WORK REQUEST => The entries below contain a line with "filename e2e/sheet-page.ts" and a line with "Keyboard only. */". Quote exactly those two lines and all lines between them.

DATA FOR THIS TASK =>
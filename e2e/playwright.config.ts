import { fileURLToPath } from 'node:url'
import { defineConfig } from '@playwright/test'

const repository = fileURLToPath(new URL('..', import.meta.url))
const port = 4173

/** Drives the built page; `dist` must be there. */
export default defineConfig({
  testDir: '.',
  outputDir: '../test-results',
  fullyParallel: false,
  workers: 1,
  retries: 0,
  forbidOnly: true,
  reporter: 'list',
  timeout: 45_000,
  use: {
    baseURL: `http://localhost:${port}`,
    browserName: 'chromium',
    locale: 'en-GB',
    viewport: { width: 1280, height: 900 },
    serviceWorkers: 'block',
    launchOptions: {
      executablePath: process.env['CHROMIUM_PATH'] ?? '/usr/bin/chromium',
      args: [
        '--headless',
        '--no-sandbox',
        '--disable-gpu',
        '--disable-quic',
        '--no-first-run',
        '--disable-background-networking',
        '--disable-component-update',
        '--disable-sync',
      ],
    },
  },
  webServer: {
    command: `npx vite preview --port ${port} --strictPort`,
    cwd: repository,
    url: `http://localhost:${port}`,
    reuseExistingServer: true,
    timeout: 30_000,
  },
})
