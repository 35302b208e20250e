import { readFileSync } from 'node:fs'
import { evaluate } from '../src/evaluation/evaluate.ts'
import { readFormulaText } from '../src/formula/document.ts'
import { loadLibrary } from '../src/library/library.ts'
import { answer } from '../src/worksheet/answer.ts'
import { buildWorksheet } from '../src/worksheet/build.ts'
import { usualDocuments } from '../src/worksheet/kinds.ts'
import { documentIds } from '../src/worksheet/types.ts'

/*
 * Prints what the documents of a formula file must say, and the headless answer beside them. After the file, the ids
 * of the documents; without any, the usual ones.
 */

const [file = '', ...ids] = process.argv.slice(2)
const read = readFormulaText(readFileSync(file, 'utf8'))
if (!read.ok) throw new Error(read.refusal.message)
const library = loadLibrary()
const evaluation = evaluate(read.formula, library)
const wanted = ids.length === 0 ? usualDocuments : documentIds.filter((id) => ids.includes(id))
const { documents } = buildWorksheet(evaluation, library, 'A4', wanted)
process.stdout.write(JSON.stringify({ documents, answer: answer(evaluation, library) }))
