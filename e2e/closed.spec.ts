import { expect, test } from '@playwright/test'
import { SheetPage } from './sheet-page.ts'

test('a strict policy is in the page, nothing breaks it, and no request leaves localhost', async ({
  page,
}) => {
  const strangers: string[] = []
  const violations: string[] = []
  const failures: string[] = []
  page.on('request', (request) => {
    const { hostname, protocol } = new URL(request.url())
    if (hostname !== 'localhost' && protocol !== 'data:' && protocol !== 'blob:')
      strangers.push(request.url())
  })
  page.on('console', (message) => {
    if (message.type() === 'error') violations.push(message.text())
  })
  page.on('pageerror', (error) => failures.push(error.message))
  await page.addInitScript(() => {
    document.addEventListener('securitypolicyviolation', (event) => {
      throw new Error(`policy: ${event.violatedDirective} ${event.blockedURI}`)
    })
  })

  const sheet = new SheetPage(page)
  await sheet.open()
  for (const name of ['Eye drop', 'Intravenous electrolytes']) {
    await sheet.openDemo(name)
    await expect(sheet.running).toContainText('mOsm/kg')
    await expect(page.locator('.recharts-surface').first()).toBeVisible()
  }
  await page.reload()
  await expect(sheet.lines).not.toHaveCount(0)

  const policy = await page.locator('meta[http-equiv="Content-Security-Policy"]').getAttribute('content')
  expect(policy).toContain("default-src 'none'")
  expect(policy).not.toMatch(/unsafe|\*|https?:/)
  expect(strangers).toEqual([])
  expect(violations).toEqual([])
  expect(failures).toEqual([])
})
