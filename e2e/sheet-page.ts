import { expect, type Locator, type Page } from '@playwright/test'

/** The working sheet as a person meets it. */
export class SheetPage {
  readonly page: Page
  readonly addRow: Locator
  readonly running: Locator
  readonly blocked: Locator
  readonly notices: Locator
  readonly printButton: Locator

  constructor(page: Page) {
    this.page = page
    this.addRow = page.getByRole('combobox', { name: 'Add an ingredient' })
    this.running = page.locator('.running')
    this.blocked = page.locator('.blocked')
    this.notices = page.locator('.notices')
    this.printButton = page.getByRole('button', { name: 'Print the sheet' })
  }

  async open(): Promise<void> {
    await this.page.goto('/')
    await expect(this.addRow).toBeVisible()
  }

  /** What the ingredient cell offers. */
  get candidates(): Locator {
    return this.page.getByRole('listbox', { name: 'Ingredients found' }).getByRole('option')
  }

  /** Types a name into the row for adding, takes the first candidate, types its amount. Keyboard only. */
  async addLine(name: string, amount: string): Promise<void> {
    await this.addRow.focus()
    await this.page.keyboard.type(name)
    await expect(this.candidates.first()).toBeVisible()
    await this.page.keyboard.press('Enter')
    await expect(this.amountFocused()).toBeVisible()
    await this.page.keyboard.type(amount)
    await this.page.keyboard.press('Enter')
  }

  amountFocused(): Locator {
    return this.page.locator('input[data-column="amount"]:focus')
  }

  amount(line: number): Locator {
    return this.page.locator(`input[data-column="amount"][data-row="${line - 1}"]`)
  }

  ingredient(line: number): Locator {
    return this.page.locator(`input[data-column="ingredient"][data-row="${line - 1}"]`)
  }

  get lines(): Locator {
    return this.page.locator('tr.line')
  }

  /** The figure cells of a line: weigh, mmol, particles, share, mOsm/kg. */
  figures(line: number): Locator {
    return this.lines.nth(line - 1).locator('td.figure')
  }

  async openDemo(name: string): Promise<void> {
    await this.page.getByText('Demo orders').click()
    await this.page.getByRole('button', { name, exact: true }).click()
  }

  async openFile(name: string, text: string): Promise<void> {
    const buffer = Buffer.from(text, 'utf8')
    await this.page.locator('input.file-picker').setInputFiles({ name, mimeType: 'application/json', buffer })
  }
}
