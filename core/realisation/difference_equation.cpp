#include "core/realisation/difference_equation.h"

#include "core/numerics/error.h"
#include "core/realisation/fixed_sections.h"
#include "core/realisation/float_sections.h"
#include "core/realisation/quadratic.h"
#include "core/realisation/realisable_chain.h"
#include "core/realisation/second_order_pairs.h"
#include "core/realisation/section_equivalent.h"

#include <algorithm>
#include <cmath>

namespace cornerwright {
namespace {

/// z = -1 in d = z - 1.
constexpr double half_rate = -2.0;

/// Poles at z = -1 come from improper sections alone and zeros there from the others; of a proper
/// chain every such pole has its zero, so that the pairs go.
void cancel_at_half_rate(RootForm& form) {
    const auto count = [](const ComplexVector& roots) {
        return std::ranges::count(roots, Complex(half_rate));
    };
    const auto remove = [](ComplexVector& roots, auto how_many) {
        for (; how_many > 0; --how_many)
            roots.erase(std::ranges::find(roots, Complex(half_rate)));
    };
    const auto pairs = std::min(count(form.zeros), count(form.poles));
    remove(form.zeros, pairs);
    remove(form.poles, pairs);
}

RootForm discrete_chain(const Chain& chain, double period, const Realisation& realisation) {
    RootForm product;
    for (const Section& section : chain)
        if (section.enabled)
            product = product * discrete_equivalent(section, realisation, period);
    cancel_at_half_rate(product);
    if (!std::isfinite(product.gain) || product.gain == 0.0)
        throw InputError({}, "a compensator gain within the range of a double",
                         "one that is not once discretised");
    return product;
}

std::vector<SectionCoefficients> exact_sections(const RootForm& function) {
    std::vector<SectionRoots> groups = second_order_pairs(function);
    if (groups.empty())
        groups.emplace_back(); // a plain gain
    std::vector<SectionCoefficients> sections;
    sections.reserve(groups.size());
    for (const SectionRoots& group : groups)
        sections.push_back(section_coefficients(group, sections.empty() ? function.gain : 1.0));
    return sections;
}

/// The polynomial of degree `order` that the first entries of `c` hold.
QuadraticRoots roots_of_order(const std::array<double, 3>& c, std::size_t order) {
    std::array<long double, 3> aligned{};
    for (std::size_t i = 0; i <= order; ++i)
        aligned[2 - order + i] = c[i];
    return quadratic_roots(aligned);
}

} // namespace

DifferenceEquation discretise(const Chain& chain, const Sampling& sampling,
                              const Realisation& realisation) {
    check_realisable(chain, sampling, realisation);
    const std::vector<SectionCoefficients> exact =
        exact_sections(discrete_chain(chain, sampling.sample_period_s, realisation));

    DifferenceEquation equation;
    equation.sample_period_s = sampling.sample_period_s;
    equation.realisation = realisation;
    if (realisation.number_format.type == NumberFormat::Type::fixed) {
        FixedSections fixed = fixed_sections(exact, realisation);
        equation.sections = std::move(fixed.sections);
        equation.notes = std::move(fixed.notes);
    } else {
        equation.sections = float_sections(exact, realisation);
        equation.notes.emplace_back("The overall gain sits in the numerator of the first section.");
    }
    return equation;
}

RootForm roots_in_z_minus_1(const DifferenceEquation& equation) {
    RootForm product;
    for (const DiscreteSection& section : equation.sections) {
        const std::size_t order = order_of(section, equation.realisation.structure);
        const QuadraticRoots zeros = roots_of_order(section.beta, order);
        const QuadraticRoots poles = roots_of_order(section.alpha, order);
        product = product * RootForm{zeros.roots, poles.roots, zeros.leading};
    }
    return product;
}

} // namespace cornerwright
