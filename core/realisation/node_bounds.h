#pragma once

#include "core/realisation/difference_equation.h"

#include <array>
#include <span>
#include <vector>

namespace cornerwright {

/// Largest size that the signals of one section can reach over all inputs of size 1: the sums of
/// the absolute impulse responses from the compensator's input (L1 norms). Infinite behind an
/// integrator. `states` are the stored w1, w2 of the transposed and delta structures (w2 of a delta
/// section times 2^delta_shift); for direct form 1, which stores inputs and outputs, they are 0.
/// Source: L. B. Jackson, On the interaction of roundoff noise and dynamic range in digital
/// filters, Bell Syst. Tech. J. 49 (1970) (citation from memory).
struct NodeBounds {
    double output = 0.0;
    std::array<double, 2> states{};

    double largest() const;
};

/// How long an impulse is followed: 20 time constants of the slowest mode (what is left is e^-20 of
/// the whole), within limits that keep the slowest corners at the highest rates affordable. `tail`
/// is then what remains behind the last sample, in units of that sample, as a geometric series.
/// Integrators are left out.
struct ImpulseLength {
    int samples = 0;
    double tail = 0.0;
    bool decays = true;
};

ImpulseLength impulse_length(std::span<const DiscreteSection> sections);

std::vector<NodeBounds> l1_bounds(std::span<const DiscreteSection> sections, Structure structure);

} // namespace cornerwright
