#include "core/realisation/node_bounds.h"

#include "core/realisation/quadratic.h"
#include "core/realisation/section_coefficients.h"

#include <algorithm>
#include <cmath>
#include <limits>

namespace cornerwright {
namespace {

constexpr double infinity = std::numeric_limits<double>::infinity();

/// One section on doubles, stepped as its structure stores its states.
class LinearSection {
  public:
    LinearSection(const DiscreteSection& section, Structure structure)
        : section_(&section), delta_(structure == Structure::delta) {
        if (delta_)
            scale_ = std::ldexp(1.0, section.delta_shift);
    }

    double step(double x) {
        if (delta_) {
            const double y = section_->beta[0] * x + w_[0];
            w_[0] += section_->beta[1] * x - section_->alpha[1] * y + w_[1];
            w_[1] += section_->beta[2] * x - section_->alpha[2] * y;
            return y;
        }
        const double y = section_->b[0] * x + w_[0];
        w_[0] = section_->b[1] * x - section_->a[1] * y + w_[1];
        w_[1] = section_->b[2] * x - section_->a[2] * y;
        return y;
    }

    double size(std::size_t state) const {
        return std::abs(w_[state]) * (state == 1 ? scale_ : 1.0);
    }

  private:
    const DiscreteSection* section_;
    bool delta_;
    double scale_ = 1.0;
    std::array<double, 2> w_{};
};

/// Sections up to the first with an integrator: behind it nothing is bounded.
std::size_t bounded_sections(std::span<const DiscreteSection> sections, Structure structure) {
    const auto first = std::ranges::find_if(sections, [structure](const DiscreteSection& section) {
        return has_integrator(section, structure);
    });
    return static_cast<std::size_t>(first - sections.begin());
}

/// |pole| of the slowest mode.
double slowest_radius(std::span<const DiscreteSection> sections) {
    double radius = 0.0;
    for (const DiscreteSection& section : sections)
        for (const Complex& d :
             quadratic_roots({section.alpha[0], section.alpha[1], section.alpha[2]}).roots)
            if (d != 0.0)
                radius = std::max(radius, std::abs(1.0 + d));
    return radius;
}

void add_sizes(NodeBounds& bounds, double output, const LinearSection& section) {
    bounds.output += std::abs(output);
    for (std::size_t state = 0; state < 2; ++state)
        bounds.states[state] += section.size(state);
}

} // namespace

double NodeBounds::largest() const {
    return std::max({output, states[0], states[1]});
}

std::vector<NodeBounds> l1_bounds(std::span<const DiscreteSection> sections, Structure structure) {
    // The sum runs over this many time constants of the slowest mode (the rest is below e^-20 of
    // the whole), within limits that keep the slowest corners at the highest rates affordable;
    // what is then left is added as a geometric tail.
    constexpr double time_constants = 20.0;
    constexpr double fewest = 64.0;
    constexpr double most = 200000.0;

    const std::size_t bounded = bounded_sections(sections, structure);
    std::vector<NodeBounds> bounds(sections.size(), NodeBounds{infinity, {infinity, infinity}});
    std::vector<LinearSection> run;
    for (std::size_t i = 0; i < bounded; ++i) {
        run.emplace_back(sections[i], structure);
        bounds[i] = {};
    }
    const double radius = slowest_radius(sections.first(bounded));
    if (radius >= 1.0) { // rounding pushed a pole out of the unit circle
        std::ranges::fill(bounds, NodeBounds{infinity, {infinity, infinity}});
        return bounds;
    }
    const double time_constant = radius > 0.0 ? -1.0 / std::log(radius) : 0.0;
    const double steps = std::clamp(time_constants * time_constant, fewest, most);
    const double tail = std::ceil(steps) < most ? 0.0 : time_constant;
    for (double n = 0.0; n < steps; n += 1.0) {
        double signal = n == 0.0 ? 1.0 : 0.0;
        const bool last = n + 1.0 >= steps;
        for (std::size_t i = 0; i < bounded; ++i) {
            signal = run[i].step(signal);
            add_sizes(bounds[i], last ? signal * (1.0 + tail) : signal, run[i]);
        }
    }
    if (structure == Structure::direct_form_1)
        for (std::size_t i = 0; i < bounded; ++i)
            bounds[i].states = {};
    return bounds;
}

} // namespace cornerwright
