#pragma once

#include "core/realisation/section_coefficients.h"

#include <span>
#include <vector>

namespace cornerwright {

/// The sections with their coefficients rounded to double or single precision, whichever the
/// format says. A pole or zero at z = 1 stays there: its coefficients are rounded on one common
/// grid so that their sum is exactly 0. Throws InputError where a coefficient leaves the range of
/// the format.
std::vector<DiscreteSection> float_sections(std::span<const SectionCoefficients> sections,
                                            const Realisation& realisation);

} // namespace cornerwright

ANSWER TO THE EXERCISE =>
filename e2e/sheet-page.ts
import { expect, type Locator, type Page } from '@playwright/test'

/** The working sheet as a person meets it. */
export class SheetPage {
  readonly page: Page
  readonly addRow: Locator
  readonly running: Locator
  readonly blocked: Locator
  readonly notices: Locator
  readonly printButton: Locator

  constructor(page: Page) {
    this.page = page
    this.addRow = page.getByRole('combobox', { name: 'Add an ingredient' })
    this.running = page.locator('.running')
    this.blocked = page.locator('.blocked')
    this.notices = page.locator('.notices')
    this.printButton = page.getByRole('button', { name: 'Print the sheet' })
  }

  async open(): Promise<void> {
    await this.page.goto('/')
    await expect(this.addRow).toBeVisible()
  }

  /** What the ingredient cell offers. */
  get candidates(): Locator {
    return this.page.getByRole('listbox', { name: 'Ingredients found' }).getByRole('option')
  }

  /** Types a name into the row for adding, takes the first candidate, types its amount. Keyboard only. */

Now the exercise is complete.